> [Exercise]: What you return should be the lines of the data containing "inner", each in full.

> [Exercise material]:
+ + + + + + +
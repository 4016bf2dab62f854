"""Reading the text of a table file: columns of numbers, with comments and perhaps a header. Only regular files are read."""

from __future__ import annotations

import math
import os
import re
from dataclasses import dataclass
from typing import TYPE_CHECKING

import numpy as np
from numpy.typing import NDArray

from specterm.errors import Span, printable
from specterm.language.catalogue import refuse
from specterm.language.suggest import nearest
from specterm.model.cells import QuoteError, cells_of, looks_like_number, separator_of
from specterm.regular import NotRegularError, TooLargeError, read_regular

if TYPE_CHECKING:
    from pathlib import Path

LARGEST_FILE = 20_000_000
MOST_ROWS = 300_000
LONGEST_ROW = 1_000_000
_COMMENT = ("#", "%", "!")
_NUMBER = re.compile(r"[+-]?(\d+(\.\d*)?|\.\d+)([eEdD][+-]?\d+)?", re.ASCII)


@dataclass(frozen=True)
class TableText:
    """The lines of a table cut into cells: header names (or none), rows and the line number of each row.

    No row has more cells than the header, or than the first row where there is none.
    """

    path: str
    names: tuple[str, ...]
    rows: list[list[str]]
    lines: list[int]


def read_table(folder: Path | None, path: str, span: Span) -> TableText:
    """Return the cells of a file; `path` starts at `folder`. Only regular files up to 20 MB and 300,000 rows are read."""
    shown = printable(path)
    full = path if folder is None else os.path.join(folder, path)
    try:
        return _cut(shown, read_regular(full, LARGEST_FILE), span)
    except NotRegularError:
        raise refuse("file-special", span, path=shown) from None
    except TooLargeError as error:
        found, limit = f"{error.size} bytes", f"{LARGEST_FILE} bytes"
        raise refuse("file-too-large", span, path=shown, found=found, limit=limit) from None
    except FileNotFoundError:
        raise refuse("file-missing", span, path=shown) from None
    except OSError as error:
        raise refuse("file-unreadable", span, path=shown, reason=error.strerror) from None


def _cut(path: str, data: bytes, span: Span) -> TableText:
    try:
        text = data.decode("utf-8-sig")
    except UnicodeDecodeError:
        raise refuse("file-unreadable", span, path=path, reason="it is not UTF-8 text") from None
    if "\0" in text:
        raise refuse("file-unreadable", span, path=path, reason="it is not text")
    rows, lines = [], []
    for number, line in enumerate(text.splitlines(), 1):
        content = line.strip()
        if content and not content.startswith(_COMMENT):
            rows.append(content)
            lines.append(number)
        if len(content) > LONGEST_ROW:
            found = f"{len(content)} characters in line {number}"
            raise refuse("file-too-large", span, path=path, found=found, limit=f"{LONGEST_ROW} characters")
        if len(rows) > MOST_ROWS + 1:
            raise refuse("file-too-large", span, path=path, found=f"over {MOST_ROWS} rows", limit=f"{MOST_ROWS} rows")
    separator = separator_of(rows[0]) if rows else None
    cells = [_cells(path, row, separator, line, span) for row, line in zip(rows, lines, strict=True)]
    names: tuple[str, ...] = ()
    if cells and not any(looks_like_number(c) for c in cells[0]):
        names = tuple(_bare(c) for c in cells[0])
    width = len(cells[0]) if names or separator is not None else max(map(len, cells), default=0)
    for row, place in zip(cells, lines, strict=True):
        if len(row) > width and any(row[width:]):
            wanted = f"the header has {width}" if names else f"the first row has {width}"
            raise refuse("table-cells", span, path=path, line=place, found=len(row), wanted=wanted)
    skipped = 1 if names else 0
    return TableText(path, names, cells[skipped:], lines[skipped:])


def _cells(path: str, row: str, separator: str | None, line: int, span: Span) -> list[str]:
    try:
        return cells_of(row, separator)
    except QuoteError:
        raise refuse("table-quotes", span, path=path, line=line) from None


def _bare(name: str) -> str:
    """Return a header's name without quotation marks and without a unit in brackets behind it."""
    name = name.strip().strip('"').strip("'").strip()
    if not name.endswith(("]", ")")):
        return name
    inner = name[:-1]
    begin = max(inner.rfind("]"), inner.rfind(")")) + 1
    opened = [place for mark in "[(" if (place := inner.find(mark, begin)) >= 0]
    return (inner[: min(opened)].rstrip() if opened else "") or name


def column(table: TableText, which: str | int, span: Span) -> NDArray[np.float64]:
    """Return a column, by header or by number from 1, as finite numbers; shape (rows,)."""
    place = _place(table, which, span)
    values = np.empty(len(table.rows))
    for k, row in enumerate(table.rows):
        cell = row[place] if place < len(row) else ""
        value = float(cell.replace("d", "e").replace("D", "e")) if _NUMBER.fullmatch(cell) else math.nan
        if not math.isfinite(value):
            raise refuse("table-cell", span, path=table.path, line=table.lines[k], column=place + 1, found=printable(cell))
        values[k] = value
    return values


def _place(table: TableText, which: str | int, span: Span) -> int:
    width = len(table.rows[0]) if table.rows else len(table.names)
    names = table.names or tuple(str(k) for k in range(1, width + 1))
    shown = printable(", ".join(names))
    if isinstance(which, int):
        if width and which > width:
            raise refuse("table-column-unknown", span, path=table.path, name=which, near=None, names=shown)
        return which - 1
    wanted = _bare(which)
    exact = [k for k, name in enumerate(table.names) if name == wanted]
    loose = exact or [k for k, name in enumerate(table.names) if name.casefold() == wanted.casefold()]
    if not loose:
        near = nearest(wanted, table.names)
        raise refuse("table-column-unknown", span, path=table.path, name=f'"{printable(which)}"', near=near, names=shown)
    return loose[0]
+ + + + + + +
> [Answer for the task]:
    inner = name[:-1]
    begin = max(inner.rfind("]"), inner.rfind(")")) + 1
    opened = [place for mark in "[(" if (place := inner.find(mark, begin)) >= 0]
    return (inner[: min(opened)].rstrip() if opened else "") or name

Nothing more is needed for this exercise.